Late 1880s – Homesteads near Moapa Indian Reservation; involved in a fatal shooting, later acquitted as self-defense.
1890s – Marries Southern Paiute woman, Fannie; becomes known for supporting Native rights.
1895 – Builds stone cabin at Ash Meadows, Amargosa Valley; ranches and develops spring site.
Early 1900s – Leaves Ash Meadows for Monitor Range; establishes Red Rock Ranch near Belmont.
1928 – Accidentally shoots himself; suffers stroke and dies in Tonopah at about 94 years old.
1932 – Fannie Longstreet dies; buried beside Jack in Belmont Cemetery.

Ash Meadows

Death Valley 49er Hoax

Back in late 1998, Jerry Freeman, an amateur historian with a passion for Death Valley’s old 49er trails, came out of the Panamint Mountains claiming he had found something straight out of a gold rush daydream. Hidden deep inside a cave, he said, was a wooden trunk left behind by the lost ’49ers who famously struggled across Death Valley in 1849.

AP photo – Clay Campbell

The box was a curiosity in itself — weathered wood, iron hinges, smelling of dust and old paper.

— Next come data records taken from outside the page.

#[test]
fn failed_ki_rows_are_reported_not_dropped() {
    let r = run(
        "row,compound,ki (nM),qualifier,method,mechanism,error\n2,A,,,not converted,competitive,the IC50 is 0 nM\n3,B,12,,m,competitive,\n",
        &["--format", "json"],
    );
    assert_eq!(r.code, 3);
    assert!(
        r.stderr.contains("line 2") && r.stderr.contains("'A'") && r.stderr.contains("the IC50 is 0 nM"),
        "{}",
        r.stderr
    );
    let doc: Value = serde_json::from_slice(&r.stdout).unwrap();
    assert_eq!(doc["results"][0]["compound"], "B");
    // A value that is not a concentration is an error naming the cell.
    let r = run("compound,ki\nA,12 mg/mL\n", &[]);
    assert_eq!(r.code, 3);
    assert!(r.stderr.contains("'ki'") && r.stderr.contains("mg/mL"), "{}", r.stderr);
    // Without a method or mechanism the row says so.
    let (_, rows) = json("compound,ki (nM)\nA,12\n", &[]);
    assert_eq!(rows[0]["mechanism"], "not stated");
    assert!(codes(&rows[0]).contains(&"method-not-stated".to_string()));
}
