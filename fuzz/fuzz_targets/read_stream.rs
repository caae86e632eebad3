#![no_main]
//! Fuzz target `read_stream`: see common::TARGETS.

mod common;

libfuzzer_sys::fuzz_target!(|data: &[u8]| {
    let _ = (common::TARGETS.iter().find(|t| t.0 == "read_stream").expect("listed").1)(data);
});
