#![no_main]
//! Fuzz target `ic50`: see common::TARGETS.

mod common;

libfuzzer_sys::fuzz_target!(|data: &[u8]| {
    let _ = (common::TARGETS.iter().find(|t| t.0 == "ic50").expect("listed").1)(data);
});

Inside was a jumble of “treasures”: gold and silver coins (most tarnished, some shiny), a hymnal, a flintlock pistol, a pair of baby shoes worn soft with age, ceramic bowls, and even a letter dated January 2, 1850, supposedly written by a pioneer named William Robinson. The letter told a story of hardship and faith as the writer prepared to leave the desert behind. To Freeman, it was the smoking gun of history — proof that the Jayhawker survivors had stashed some of their belongings before moving on.

When he brought the chest to Death Valley National Park headquarters in early 1999, there was real excitement. Newspapers ran breathless headlines about a half-million-dollar find. Historians daydreamed about finally holding personal effects from the very people who gave Death Valley its name.

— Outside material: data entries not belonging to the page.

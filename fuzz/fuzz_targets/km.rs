#![no_main]
//! Fuzz target `km`: see common::TARGETS.

mod common;

libfuzzer_sys::fuzz_target!(|data: &[u8]| {
    let _ = (common::TARGETS.iter().find(|t| t.0 == "km").expect("listed").1)(data);
});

But almost as quickly, the doubts started trickling in. Some of the coins didn’t match the time period. The word “grubstake” appeared in the letter — a term that historians said wasn’t common until years later. And some items looked suspiciously… fresh. One ceramic bowl still had a price sticker.

Park officials brought in experts from the Smithsonian and the Western Archaeological and Conservation Center. That’s when the story unraveled fast. They found modern polymer glue holding parts together. The tintype photos used a process that wasn’t invented until after 1856. A “Made in Germany” stamp on one bowl could only have existed after World War I. Even the leather on the baby shoes was still soft, which shouldn’t have been possible after 150 years in Death Valley heat.

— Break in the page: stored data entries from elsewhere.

/// Makes a text cell safe to open in a spreadsheet: a cell that starts with
/// `= + - @`, tab or carriage return would be run as a formula, so it gets a
/// leading apostrophe (OWASP, "CSV Injection", recommended mitigation). A cell
/// that is a plain number (`-1.08`, `+3`, `1e-9`) is left alone: a spreadsheet
/// reads it as that number, and an apostrophe would turn it into text.
pub fn neutralise_formula(text: &str) -> String {
    match text.chars().next() {
        Some('=' | '+' | '-' | '@' | '\t' | '\r') if !is_plain_number(text) => format!("'{text}"),
        _ => text.to_string(),
    }
}

/// A finite decimal number and nothing else (no spaces, no formula syntax).
fn is_plain_number(text: &str) -> bool {
    text.bytes().all(|b| b.is_ascii_digit() || matches!(b, b'-' | b'+' | b'.' | b'e' | b'E'))
        && text.parse::<f64>().is_ok_and(f64::is_finite)
}

/// A qualifier for a CSV cell, written one way by every export: exact is an
/// empty cell (a lone `=` would start a spreadsheet formula), everything else
/// its symbol (`~`, `<`, `<=`, `>`, `>=`).
pub fn qualifier_cell(q: crate::units::Qualifier) -> String {
    if q == crate::units::Qualifier::Equal { String::new() } else { q.symbol().to_string() }
}

/// A number for an export cell: ten significant digits (so that unit
/// conversions do not print as 49.999999999999986); empty when absent or not finite.
pub fn export_number(v: Option<f64>) -> String {
    v.filter(|x| x.is_finite()).map_or(String::new(), |x| {
        let rounded: f64 = format!("{x:.9e}").parse().unwrap_or(x);
        let mut out = Vec::new();
        write_shortest(rounded, &mut out);
        String::from_utf8(out).unwrap_or_default()
    })
}

/// Appends the shortest decimal text that reads back as `x` (finite), laid
/// out as the standard library's `{}` lays it out — plain digits, never an
/// exponent (`0.0000001`, `100000000000000000000`, `-0`) — so that every
/// export prints the same text as before. The digits come from `zmij`
/// (Schubfach: Giulietti, 2020), a small fraction of the work of the
/// standard formatter; both give the shortest round-trip digits, the
/// closest to the value when several are as short (a test compares them on
/// three million values).
#[inline]
pub fn write_shortest(x: f64, out: &mut Vec<u8>) {
    let mut buffer = zmij::Buffer::new();
    let text = buffer.format_finite(x).as_bytes();
    if may_tie(x) && tie_in(x, text) {
        return write_tie(x, out);
    }
    // Between 1e-5 and 1e15 the formatter writes no exponent (its shortest
    // digits lie in its plain range, -5 ≤ exponent ≤ 15): no need to look.
    if !(1e-5..1e15).contains(&x.abs())
        && let Some(e) = exponent_at(text)
    {
        return write_plain(text, e, out);
    }
    // `123.45`, `0.00012` as they are; `100.0` without its `.0`.
    append_short(out, text.strip_suffix(b".0").unwrap_or(text));
}
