/** Names (when bound) and variable scoping, with locations. */
function checkParsed(info: GrammarInfo, tree: Tree, names: NameBindings | undefined, ctx: Ctx): void {
  const visit = (node: Tree, scope: readonly string[]): void => {
    const c = info.ctor.get(node.kind)!;
    const spans = ctx.spans.get(node);
    let inScope = scope;
    for (const f of c.fields) {
      const v = node[f.name];
      const values = Array.isArray(v) ? (v as TreeValue[]) : v === null ? [] : [v];
      const s = spans?.get(f.name);
      const spanAt = (i: number): Span => (Array.isArray(s) ? s[i]! : (s as Span));
      values.forEach((x, i) => {
        if (f.type.kind === 'sort') visit(x as Tree, inScope);
        else if (f.type.kind === 'names') {
          const members = names?.[f.type.name];
          if (members !== undefined && !members.includes(x as string)) {
            throw new ParseError(ctx.file, ctx.text, spanAt(i), `unknown name '${String(x)}' for ${f.type.name}`);
          }
        } else if (f.scoping === 'bound' && !inScope.includes(x as string)) {
          throw new ParseError(ctx.file, ctx.text, spanAt(i), `unbound variable '${String(x)}'`);
        }
      });
      if (f.scoping === 'binds') inScope = inScope.concat(values as string[]);
    }
  };
  visit(tree, []);
}
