//! Host-side design for the `lookout` observer runtime.
//!
//! (Crate documentation is written once the pipeline is assembled.)

pub mod model;
pub mod numerics;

By the end of January 1999, the Park Service went public: it was a hoax. Not one item in the chest could be proven authentic to the Gold Rush era.

Freeman stood his ground, saying he’d always believe the chest was genuine, maybe “salted” with a few newer items by someone else. But for most historians, the romance was gone. What had looked like a once-in-a-lifetime discovery turned out to be another desert tall tale — one that fooled people just long enough to make them want to believe it.